Your goal: Your answer must consist solely of the lines from the start of the entries below through the line with "that carry units.", unchanged.

The records:

╭──

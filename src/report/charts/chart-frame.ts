/**
 * The frame every chart draws into: an inline <svg> (no namespace URL needed inside HTML) with a
 * title, a plot area, grid lines, tick marks with labels, and axis labels that carry units.
 * Text widths are estimated (no layout engine), so margins are sized from label lengths.
 */
import { esc, px, tickLabel } from '../escape.js';
import { linearScale, niceTicks } from '../ticks.js';

export interface FrameSpec {
  /** Unique id within the report (used for the clip path and data-chart attribute). */
  id: string;
  title: string;
  /** Axis labels with units, e.g. "Station height (m)". */
  xLabel: string;
  yLabel: string;
  /** Data extents; ticks extend them to whole steps unless equalAspect is set. */
  xDomain: readonly [number, number];
  yDomain: readonly [number, number];
  width?: number;
  height?: number;
  /** Extra space on the right (colour bars, legends), px. */
  rightPad?: number;
  /**
   * Equal-aspect maps: ground distance per x unit divided by distance per y unit
   * (cos(latitude) for lon/lat degrees, 1 for projected metres).
   */
  equalAspect?: number;
  /** Approximate tick count per axis. */
  tickCount?: number;
  /** Extra space above the plot (a legend row under the title), px. */
  topPad?: number;
  /** Categorical x axis: category i is centred at x = i + 0.5 (xDomain is then [0, n]). */
  xCategories?: readonly string[];
}

export interface Frame {
  sx: (v: number) => number;
  sy: (v: number) => number;
  /** Plot area in px. */
  left: number;
  top: number;
  plotWidth: number;
  plotHeight: number;
  width: number;
  height: number;
  /** Final domains after tick extension or aspect fitting. */
  xDomain: [number, number];
  yDomain: [number, number];
  clipId: string;
  /** Opening markup: <svg>, title, background, grid. */
  open(): string;
  /** Closing markup: axes, ticks, labels, </svg>. */
  close(): string;
}

const CHAR_W = 6.4; // px per character of the 11 px tick font (estimate for margin sizing)

export function createFrame(spec: FrameSpec): Frame {
  const width = spec.width ?? 640;
  const height = spec.height ?? 400;
  const target = spec.tickCount ?? 6;
  let xt = niceTicks(spec.xDomain[0], spec.xDomain[1], target);
  let yt = niceTicks(spec.yDomain[0], spec.yDomain[1], target);
  const yLabelChars = Math.max(...yt.ticks.map((t) => tickLabel(t, yt.step).length));
  const left = Math.round(30 + yLabelChars * CHAR_W + 8);
  const top = 34 + (spec.topPad ?? 0);
  const bottom = 50;
  const plotHeight = height - top - bottom;
  // the last x label is centred on the right edge: leave room for half of it
  const xLabelW = (t: { ticks: number[]; step: number }) => Math.max(...t.ticks.map((v) => tickLabel(v, t.step).length)) * CHAR_W;
  const right = Math.max(16, Math.ceil(xLabelW(xt) / 2) + 4) + (spec.rightPad ?? 0);
  const plotWidth = width - left - right;
  let xDomain: [number, number] = [xt.domainMin, xt.domainMax];
  let yDomain: [number, number] = [yt.domainMin, yt.domainMax];
  if (spec.equalAspect !== undefined) {
    [xDomain, yDomain] = fitAspect(spec.xDomain, spec.yDomain, plotWidth, plotHeight, spec.equalAspect);
    xt = niceTicks(xDomain[0], xDomain[1], target - 1);
    yt = niceTicks(yDomain[0], yDomain[1], target - 1);
  }
  // fewer x ticks while their labels (plus a gap) would not fit side by side
  for (let n = target - 1; n >= 2 && xt.ticks.length * (xLabelW(xt) + 12) > plotWidth + xLabelW(xt); n--) {
    const fewer = niceTicks(xDomain[0], xDomain[1], n);
    if (spec.equalAspect === undefined) xDomain = [fewer.domainMin, fewer.domainMax];
    xt = fewer;
  }
  const inside = (v: number, d: [number, number]) => v >= d[0] - 1e-9 * Math.abs(d[1] - d[0]) && v <= d[1] + 1e-9 * Math.abs(d[1] - d[0]);
  const cats = spec.xCategories;
  if (cats !== undefined) xDomain = [0, cats.length];
  const xTicks = cats !== undefined ? cats.map((_, i) => i + 0.5) : xt.ticks.filter((t) => inside(t, xDomain));
  const xText = (t: number) => (cats !== undefined ? (cats[Math.floor(t)] ?? '') : tickLabel(t, xt.step));
  const yTicks = yt.ticks.filter((t) => inside(t, yDomain));
  const sx = linearScale(xDomain[0], xDomain[1], left, left + plotWidth);
  const sy = linearScale(yDomain[0], yDomain[1], top + plotHeight, top);
  const clipId = `clip-${spec.id}`;

  const open = () => {
    const grid = [
      ...(cats !== undefined ? [] : xTicks).map((t) => `<line x1="${px(sx(t))}" x2="${px(sx(t))}" y1="${top}" y2="${top + plotHeight}"/>`),
      ...yTicks.map((t) => `<line x1="${left}" x2="${left + plotWidth}" y1="${px(sy(t))}" y2="${px(sy(t))}"/>`),
    ].join('');
    return (
      `<svg class="chart" data-chart="${esc(spec.id)}" viewBox="0 0 ${width} ${height}" width="${width}" height="${height}" role="img" aria-label="${esc(spec.title)}">` +
      `<title>${esc(spec.title)}</title>` +
      `<defs><clipPath id="${esc(clipId)}"><rect x="${left}" y="${top}" width="${plotWidth}" height="${plotHeight}"/></clipPath></defs>` +
      `<text class="chart-title" x="${left}" y="20">${esc(spec.title)}</text>` +
      `<rect class="plot-bg" x="${left}" y="${top}" width="${plotWidth}" height="${plotHeight}"/>` +
      `<g class="grid">${grid}</g>`
    );
  };

  const close = () => {
    const xb = top + plotHeight;
    const xTickMarks = xTicks
      .map((t) => `<line x1="${px(sx(t))}" x2="${px(sx(t))}" y1="${xb}" y2="${xb + 5}"/><text x="${px(sx(t))}" y="${xb + 17}" text-anchor="middle">${esc(xText(t))}</text>`)
      .join('');
    const yTickMarks = yTicks
      .map((t) => `<line x1="${left - 5}" x2="${left}" y1="${px(sy(t))}" y2="${px(sy(t))}"/><text x="${left - 8}" y="${px(sy(t) + 4)}" text-anchor="end">${esc(tickLabel(t, yt.step))}</text>`)
      .join('');
    return (
      `<rect class="plot-border" x="${left}" y="${top}" width="${plotWidth}" height="${plotHeight}"/>` +
      `<g class="axis x-axis">${xTickMarks}<text class="axis-label" x="${px(left + plotWidth / 2)}" y="${height - 10}" text-anchor="middle">${esc(spec.xLabel)}</text></g>` +
      `<g class="axis y-axis">${yTickMarks}<text class="axis-label" transform="translate(14 ${px(top + plotHeight / 2)}) rotate(-90)" text-anchor="middle">${esc(spec.yLabel)}</text></g>` +
      `</svg>`
    );
  };

  return { sx, sy, left, top, plotWidth, plotHeight, width, height, xDomain, yDomain, clipId, open, close };
}

/** Widens the x or y domain (about its centre) so one x unit spans `aspect` times one y unit on screen. */
function fitAspect(
  xd: readonly [number, number],
  yd: readonly [number, number],
  w: number,
  h: number,
  aspect: number,
): [[number, number], [number, number]] {
  const pad = 0.05;
  let xSpan = Math.max(xd[1] - xd[0], 1e-9) * (1 + 2 * pad);
  let ySpan = Math.max(yd[1] - yd[0], 1e-9) * (1 + 2 * pad);
  const xc = (xd[0] + xd[1]) / 2;
  const yc = (yd[0] + yd[1]) / 2;
  // ground units per pixel must match on both axes
  const perPxX = (xSpan * aspect) / w;
  const perPxY = ySpan / h;
  if (perPxX > perPxY) ySpan = (perPxX * h);
  else xSpan = (perPxY * w) / aspect;
  return [
    [xc - xSpan / 2, xc + xSpan / 2],
    [yc - ySpan / 2, yc + ySpan / 2],
  ];
}

/** Finite min and max over several arrays; [0, 1] when there is none. */
export function extentOf(...arrays: ArrayLike<number>[]): [number, number] {
  let lo = Infinity;
  let hi = -Infinity;
  for (const a of arrays) {
    for (let i = 0; i < a.length; i++) {
      const v = a[i] as number;
      if (Number.isFinite(v)) {
        if (v < lo) lo = v;
        if (v > hi) hi = v;
      }
    }
  }
  return lo <= hi ? [lo, hi] : [0, 1];
}

/** An empty-state chart: the frame with a centred message (so a section never silently vanishes). */
export function emptyChart(id: string, title: string, message: string): string {
  return (
    `<svg class="chart chart-empty" data-chart="${esc(id)}" viewBox="0 0 640 120" width="640" height="120" role="img" aria-label="${esc(title)}">` +
    `<text class="chart-title" x="16" y="20">${esc(title)}</text>` +
    `<text x="320" y="70" text-anchor="middle" class="note">${esc(message)}</text></svg>`
  );
}
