/**
 * Georeferencing of the two demo DEMs (DemGrid convention: west and north edges, cell sizes).
 * - fine: 800 x 800 cells of 30 m in UTM 33N, 24 km x 24 km centred on the survey centre;
 * - far: 510 x 340 cells of 0.01 deg in WGS 84 lon/lat, the fine area plus more than 170 km
 *   on every side (make-demo.ts and the demo tests check the margin).
 */
export const FINE_DEM = {
  width: 800,
  height: 800,
  originX: 488000,
  originY: 5212000,
  cellSizeX: 30,
  cellSizeY: 30,
};

export const FAR_DEM = {
  width: 510,
  height: 340,
  originX: 12.45,
  originY: 48.65,
  cellSizeX: 0.01,
  cellSizeY: 0.01,
};
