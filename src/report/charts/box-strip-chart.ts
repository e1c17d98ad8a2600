/**
 * Box-and-strip chart: one column per group, a box from the lower to the upper quartile with the
 * median, whiskers to the most extreme values within 1.5 × IQR, and every value as a dot with a
 * deterministic horizontal jitter (so the same data always draw the same picture).
 */
import { esc, px } from '../escape.js';
import { quantileSorted, sortedFinite } from '../summary-stats.js';
import { createFrame, emptyChart, extentOf } from './chart-frame.js';
import { seriesColour } from './legend.js';

export interface BoxGroup {
  label: string;
  values: ArrayLike<number>;
}

export interface BoxStripSpec {
  id: string;
  title: string;
  /** Label under the group names (default "Group"). */
  xLabel?: string;
  yLabel: string;
  groups: readonly BoxGroup[];
  width?: number;
  height?: number;
}

/** Deterministic pseudo-random offset in [-0.5, 0.5) from an index (golden-ratio sequence). */
function jitter(k: number): number {
  const v = (k * 0.6180339887498949) % 1;
  return v - 0.5;
}

export function boxStripChart(spec: BoxStripSpec): string {
  if (spec.groups.length === 0) return emptyChart(spec.id, spec.title, 'No groups to draw.');
  const yd = extentOf(...spec.groups.map((g) => g.values));
  const f = createFrame({
    id: spec.id,
    title: spec.title,
    xLabel: spec.xLabel ?? 'Group',
    yLabel: spec.yLabel,
    xDomain: [0, spec.groups.length],
    yDomain: yd,
    xCategories: spec.groups.map((g) => g.label),
    ...(spec.width ? { width: spec.width } : {}),
    ...(spec.height ? { height: spec.height } : {}),
  });
  const slot = f.plotWidth / spec.groups.length;
  const marks: string[] = [];
  spec.groups.forEach((g, i) => {
    const s = sortedFinite(g.values);
    const cx = f.sx(i + 0.5);
    const colour = seriesColour(i);
    const boxW = Math.min(60, slot * 0.5);
    if (s.length > 0) {
      const q1 = quantileSorted(s, 0.25);
      const q3 = quantileSorted(s, 0.75);
      const med = quantileSorted(s, 0.5);
      const iqr = q3 - q1;
      const wLo = s.find((v) => v >= q1 - 1.5 * iqr) ?? q1;
      const wHi = [...s].reverse().find((v) => v <= q3 + 1.5 * iqr) ?? q3;
      marks.push(
        `<g class="box" stroke="#333" fill="none">` +
          `<line x1="${px(cx)}" x2="${px(cx)}" y1="${px(f.sy(wLo))}" y2="${px(f.sy(q1))}"/>` +
          `<line x1="${px(cx)}" x2="${px(cx)}" y1="${px(f.sy(q3))}" y2="${px(f.sy(wHi))}"/>` +
          `<rect x="${px(cx - boxW / 2)}" y="${px(f.sy(q3))}" width="${px(boxW)}" height="${px(Math.max(1, f.sy(q1) - f.sy(q3)))}" fill="${esc(colour)}" fill-opacity="0.18"/>` +
          `<line x1="${px(cx - boxW / 2)}" x2="${px(cx + boxW / 2)}" y1="${px(f.sy(med))}" y2="${px(f.sy(med))}" stroke-width="2"/>` +
          `</g>`,
      );
    }
    const dots: string[] = [];
    for (let k = 0; k < g.values.length; k++) {
      const v = g.values[k] as number;
      if (Number.isFinite(v)) dots.push(`<circle cx="${px(cx + jitter(k) * boxW * 1.4)}" cy="${px(f.sy(v))}" r="2.2"/>`);
    }
    marks.push(`<g class="points" fill="${esc(colour)}" fill-opacity="0.6">${dots.join('')}</g>`);
  });
  return f.open() + `<g class="marks" clip-path="url(#${esc(f.clipId)})">${marks.join('')}</g>` + f.close();
}
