#!/usr/bin/env node
// Thin shim: argv -> src/cli -> exit code (0 ok, 2 input error, 1 bug).
// Runs the compiled CLI (built by `npm install` through the prepare script).
import { existsSync } from 'node:fs';
import { fileURLToPath } from 'node:url';

const compiled = fileURLToPath(new URL('../dist/src/cli/main.js', import.meta.url));
if (!existsSync(compiled)) {
  process.stderr.write('talus: the compiled CLI is missing (dist/). Run `npm install` or `npm run build` first.\n');
  process.exit(1);
}
// A reader that goes away (e.g. `talus reduce --help | head`) is not an error.
for (const stream of [process.stdout, process.stderr]) {
  stream.on('error', (e) => {
    if (e && e.code === 'EPIPE') process.exit(process.exitCode ?? 0);
    throw e;
  });
}
const { runCli } = await import(compiled);
const code = await runCli(process.argv.slice(2), {
  stdout: process.stdout,
  stderr: process.stderr,
});
process.exitCode = code;
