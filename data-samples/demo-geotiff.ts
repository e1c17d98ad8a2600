/**
 * Writes a DemGrid as a compressed Float32 GeoTIFF: geotiff.js writes an uncompressed file
 * (it never compresses), then GDAL's gdal_translate compresses it (DEFLATE, floating-point
 * predictor, 256 x 256 tiles), and gdalinfo -json describes the result for the tests.
 */
import { execFileSync } from 'node:child_process';
import { mkdtempSync, rmSync, writeFileSync } from 'node:fs';
import { tmpdir } from 'node:os';
import { join } from 'node:path';
import { writeArrayBuffer } from 'geotiff';
import type { DemGrid } from '../src/dem/grid.js';

/** Writes `g` to `path` (relative to the working directory) and returns gdalinfo's JSON text. */
export function writeCompressedGeoTiff(path: string, g: DemGrid, epsg: number): string {
  const geographic = g.crs.kind === 'geographic';
  const meta: Record<string, unknown> = {
    width: g.width,
    height: g.height,
    ModelPixelScale: [g.cellSizeX, g.cellSizeY, 0],
    ModelTiepoint: [0, 0, 0, g.originX, g.originY, 0],
    GTModelTypeGeoKey: geographic ? 2 : 1,
    GTRasterTypeGeoKey: 1, // pixel-is-area
    ...(geographic ? { GeographicTypeGeoKey: epsg } : { ProjectedCSTypeGeoKey: epsg }),
  };
  const dir = mkdtempSync(join(tmpdir(), 'talus-demo-'));
  try {
    const raw = join(dir, 'raw.tif');
    const buf = writeArrayBuffer(new Float32Array(g.data), meta as Parameters<typeof writeArrayBuffer>[1]);
    writeFileSync(raw, Buffer.from(buf as ArrayBuffer));
    execFileSync('gdal_translate', ['-q', '-a_srs', `EPSG:${epsg}`, '-co', 'COMPRESS=DEFLATE', '-co', 'PREDICTOR=3', '-co', 'ZLEVEL=9', '-co', 'TILED=YES', raw, path], {
      stdio: ['ignore', 'inherit', 'inherit'],
    });
  } finally {
    rmSync(dir, { recursive: true, force: true });
  }
  return execFileSync('gdalinfo', ['-json', path], { encoding: 'utf8' });
}
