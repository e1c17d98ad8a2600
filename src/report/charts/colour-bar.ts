/** Vertical colour bar legend with ticks and a unit label, drawn to the right of a map. */
import { esc, px, tickLabel } from '../escape.js';
import { niceTicks } from '../ticks.js';
import type { ColourScale } from '../colour-scale.js';

/** Width the colour bar needs to the right of the plot area, px. */
export const COLOUR_BAR_PAD = 96;

export function colourBar(id: string, scale: ColourScale, label: string, x: number, top: number, height: number): string {
  const gradId = `grad-${id}`;
  const n = scale.map.stops.length;
  // gradient runs bottom (min) to top (max)
  const stops = scale.map.stops.map((c, i) => `<stop offset="${px((i / (n - 1)) * 100)}%" stop-color="${esc(c)}"/>`).join('');
  const barW = 14;
  const t = niceTicks(scale.min, scale.max, 8);
  const span = scale.max - scale.min;
  const yOf = (v: number) => top + height - ((v - scale.min) / (span || 1)) * height;
  const ticks = t.ticks
    .filter((v) => v >= scale.min - 1e-9 * Math.abs(span) && v <= scale.max + 1e-9 * Math.abs(span))
    .map((v) => `<line x1="${x + barW}" x2="${x + barW + 4}" y1="${px(yOf(v))}" y2="${px(yOf(v))}"/><text x="${x + barW + 7}" y="${px(yOf(v) + 4)}">${esc(tickLabel(v, t.step))}</text>`)
    .join('');
  return (
    `<g class="colour-bar">` +
    `<defs><linearGradient id="${esc(gradId)}" x1="0" y1="1" x2="0" y2="0">${stops}</linearGradient></defs>` +
    `<rect x="${x}" y="${top}" width="${barW}" height="${px(height)}" fill="url(#${esc(gradId)})" stroke="#555" stroke-width="0.5"/>` +
    `<g class="axis">${ticks}</g>` +
    `<text class="axis-label" transform="translate(${px(x + COLOUR_BAR_PAD - 14)} ${px(top + height / 2)}) rotate(-90)" text-anchor="middle">${esc(label)}</text>` +
    `</g>`
  );
}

╰──

Response for this exercise:
filename src/report/charts/chart-frame.ts
/**
 * The frame every chart draws into: an inline <svg> (no namespace URL needed inside HTML) with a
 * title, a plot area, grid lines, tick marks with labels, and axis labels that carry units.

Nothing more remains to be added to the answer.